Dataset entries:
-------

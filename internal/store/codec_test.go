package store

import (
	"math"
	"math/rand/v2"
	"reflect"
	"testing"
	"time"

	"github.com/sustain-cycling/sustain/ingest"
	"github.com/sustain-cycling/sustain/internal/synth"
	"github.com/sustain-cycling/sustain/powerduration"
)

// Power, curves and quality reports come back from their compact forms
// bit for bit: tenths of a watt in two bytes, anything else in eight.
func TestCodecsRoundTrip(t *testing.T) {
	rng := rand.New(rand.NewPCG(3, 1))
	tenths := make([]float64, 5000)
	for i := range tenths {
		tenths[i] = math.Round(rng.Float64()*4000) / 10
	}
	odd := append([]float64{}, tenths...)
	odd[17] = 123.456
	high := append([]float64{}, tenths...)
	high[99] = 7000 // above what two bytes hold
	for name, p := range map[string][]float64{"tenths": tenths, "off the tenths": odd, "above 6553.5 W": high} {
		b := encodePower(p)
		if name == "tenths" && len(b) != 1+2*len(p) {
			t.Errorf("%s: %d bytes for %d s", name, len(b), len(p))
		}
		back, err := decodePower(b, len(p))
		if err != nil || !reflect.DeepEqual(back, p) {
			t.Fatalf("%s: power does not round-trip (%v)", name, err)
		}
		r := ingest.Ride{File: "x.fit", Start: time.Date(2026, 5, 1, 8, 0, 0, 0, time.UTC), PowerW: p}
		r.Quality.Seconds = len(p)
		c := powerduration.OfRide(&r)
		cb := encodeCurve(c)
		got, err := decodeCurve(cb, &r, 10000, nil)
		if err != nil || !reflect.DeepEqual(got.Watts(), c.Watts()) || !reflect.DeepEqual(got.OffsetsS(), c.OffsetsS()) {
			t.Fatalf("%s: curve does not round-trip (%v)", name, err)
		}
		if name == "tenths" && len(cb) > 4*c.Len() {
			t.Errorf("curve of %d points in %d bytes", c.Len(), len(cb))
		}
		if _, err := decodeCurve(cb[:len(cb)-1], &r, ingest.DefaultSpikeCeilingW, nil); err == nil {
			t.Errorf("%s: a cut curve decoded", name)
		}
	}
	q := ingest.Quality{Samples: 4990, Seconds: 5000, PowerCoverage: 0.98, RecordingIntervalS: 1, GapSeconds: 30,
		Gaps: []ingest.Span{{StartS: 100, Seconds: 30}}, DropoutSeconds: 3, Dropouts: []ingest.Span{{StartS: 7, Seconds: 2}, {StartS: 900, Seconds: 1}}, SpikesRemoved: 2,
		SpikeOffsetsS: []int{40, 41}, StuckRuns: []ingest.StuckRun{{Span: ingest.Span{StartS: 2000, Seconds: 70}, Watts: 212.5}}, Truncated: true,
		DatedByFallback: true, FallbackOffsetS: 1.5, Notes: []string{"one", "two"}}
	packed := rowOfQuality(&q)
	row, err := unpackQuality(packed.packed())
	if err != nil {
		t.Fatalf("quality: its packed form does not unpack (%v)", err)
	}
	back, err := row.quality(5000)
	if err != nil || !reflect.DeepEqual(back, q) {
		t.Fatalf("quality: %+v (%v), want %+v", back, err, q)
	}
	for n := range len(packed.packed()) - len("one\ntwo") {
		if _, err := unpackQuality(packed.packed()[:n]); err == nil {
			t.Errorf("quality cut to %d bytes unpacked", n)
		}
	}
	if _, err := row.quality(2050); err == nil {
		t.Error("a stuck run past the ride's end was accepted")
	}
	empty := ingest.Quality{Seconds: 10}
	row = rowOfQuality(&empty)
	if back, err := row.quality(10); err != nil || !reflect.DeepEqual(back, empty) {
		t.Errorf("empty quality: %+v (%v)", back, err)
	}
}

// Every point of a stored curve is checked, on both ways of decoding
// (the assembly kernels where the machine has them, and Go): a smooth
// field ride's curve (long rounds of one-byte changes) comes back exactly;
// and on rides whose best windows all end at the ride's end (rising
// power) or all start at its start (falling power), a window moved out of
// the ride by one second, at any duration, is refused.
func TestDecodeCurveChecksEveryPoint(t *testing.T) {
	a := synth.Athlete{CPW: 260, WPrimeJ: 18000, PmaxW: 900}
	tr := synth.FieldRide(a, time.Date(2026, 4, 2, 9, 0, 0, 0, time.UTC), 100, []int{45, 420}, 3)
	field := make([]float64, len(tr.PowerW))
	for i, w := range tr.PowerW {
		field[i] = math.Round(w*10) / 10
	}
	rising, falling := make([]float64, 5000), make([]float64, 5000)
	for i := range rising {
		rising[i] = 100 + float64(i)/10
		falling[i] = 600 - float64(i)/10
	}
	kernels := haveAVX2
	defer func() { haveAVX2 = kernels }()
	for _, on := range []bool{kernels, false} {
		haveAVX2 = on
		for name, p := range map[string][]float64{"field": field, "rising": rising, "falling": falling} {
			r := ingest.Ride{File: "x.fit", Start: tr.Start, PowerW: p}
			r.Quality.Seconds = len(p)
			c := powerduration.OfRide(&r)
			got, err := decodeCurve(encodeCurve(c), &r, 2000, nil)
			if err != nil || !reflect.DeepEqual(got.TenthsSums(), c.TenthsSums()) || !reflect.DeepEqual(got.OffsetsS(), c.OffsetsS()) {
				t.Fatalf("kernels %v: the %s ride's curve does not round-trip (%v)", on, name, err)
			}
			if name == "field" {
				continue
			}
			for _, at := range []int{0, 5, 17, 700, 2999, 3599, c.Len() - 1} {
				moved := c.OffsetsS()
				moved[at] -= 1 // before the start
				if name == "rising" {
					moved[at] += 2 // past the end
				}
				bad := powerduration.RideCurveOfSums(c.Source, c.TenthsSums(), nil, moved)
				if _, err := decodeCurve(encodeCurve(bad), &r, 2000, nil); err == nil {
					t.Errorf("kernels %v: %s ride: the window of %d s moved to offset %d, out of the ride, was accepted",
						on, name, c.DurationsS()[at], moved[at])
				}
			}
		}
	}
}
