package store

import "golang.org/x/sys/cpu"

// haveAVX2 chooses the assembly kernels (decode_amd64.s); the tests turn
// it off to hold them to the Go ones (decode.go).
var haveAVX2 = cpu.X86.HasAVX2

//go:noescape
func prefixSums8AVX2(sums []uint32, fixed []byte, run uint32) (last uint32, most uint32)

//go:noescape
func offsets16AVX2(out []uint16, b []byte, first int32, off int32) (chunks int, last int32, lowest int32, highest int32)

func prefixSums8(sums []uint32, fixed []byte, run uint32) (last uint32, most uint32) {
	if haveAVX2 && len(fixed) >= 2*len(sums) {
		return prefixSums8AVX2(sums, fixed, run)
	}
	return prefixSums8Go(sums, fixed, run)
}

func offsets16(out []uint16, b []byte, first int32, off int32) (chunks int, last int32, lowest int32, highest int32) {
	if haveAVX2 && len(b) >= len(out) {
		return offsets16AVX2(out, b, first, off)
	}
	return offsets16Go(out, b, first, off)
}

-------

EXERCISE REQUIREMENTS:
What is needed is a single figure, the number of lines in the entries above that contain "kernels".

TASK RESULT:
7